WHAT TO WORK ON — Work out how many lines of the data below hold the string "objects". Answer with that number alone.

══ SUPPLIED RECORDS ══

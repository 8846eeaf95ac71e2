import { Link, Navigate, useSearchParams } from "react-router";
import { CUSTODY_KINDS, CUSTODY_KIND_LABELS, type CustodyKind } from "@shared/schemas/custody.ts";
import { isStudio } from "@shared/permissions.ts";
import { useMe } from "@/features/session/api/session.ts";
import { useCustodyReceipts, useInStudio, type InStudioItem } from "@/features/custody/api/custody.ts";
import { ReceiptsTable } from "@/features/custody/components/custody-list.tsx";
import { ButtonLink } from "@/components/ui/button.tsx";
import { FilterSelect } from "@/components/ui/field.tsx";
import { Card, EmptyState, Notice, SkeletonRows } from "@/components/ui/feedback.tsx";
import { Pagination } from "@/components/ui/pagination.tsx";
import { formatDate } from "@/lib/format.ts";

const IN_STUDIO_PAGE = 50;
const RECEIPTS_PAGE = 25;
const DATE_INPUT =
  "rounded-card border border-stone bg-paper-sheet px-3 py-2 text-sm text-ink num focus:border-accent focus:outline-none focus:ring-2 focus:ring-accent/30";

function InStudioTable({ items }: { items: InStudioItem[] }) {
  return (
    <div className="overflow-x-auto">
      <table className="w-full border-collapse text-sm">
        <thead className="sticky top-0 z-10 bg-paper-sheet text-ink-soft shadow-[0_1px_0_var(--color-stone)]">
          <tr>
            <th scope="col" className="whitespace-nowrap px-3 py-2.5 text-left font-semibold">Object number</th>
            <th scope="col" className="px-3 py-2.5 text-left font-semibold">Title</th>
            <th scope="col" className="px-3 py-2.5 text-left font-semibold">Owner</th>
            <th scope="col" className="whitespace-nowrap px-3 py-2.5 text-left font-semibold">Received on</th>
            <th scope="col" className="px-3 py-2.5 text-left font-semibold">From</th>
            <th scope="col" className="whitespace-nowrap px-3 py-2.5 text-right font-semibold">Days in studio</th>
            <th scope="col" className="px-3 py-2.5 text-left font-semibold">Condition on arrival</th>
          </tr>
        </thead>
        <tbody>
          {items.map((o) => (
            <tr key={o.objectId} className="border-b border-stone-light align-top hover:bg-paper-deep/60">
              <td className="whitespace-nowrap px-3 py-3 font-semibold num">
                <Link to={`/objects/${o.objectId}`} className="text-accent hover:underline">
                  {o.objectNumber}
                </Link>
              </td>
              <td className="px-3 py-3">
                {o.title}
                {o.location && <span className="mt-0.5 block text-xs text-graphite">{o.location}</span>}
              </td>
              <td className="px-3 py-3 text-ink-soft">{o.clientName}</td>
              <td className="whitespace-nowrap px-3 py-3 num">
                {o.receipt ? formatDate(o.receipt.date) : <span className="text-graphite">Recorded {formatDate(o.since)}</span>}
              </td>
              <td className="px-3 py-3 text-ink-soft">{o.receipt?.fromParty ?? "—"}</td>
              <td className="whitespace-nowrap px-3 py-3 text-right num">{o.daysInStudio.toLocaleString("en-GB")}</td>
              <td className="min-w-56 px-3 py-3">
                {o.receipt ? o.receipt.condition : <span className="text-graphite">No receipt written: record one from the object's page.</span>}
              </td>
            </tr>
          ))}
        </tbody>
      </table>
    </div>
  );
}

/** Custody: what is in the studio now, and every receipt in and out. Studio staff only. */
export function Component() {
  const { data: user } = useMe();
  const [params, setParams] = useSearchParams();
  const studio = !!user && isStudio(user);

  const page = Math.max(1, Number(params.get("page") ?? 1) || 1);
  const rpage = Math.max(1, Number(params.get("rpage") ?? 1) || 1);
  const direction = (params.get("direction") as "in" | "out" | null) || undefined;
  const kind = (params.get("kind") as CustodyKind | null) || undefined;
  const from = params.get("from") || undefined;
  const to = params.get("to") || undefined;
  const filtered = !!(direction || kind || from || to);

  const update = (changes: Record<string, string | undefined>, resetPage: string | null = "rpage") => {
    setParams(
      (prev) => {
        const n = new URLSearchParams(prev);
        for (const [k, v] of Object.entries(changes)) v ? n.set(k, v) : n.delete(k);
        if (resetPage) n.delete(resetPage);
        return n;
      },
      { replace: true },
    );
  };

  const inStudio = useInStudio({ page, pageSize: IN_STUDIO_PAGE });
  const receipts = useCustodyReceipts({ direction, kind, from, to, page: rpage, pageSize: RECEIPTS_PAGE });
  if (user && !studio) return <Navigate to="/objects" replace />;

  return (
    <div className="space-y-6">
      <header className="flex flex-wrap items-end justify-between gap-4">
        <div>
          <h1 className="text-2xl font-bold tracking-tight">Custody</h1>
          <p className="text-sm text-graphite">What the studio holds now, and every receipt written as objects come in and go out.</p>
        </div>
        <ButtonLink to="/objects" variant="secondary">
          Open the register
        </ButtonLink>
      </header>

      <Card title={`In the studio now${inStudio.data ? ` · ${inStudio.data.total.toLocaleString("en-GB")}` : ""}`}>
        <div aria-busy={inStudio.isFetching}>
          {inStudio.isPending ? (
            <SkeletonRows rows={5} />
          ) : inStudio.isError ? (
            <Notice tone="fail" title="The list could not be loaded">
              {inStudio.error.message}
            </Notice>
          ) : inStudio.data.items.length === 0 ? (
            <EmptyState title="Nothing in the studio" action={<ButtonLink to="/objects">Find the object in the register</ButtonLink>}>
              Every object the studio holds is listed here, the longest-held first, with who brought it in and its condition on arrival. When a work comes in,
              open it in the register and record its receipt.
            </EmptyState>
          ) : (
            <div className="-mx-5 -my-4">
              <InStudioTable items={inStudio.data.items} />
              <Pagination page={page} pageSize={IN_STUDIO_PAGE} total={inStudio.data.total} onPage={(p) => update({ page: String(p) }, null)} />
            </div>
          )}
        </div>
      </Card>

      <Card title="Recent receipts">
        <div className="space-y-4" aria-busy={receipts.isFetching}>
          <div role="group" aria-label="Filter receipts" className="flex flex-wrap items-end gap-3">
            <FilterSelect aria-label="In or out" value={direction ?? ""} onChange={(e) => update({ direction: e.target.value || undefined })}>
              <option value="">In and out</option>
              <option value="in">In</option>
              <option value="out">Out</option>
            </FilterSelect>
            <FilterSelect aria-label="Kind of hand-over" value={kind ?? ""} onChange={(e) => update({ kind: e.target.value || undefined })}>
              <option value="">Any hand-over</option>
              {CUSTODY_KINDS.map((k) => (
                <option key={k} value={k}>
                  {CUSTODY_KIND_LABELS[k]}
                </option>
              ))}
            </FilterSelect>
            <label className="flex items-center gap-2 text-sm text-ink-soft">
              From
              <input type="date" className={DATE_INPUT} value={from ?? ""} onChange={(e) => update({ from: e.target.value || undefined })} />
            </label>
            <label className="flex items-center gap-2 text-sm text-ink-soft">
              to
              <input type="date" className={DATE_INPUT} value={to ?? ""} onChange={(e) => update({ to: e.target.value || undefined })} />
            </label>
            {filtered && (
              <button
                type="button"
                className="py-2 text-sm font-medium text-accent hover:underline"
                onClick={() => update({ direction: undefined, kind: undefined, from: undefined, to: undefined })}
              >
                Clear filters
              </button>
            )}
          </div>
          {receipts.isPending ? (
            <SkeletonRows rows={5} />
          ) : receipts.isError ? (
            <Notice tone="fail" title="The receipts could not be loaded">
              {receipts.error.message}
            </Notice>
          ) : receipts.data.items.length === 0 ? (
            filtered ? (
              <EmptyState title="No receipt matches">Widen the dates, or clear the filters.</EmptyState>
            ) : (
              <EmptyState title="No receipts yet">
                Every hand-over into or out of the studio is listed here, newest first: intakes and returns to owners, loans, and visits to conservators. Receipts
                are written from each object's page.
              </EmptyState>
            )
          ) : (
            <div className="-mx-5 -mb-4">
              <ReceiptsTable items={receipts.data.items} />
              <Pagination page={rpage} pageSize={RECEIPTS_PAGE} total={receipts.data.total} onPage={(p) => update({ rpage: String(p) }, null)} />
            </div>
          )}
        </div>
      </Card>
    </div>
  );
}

═══

ANSWER FOR THIS EXERCISE — 5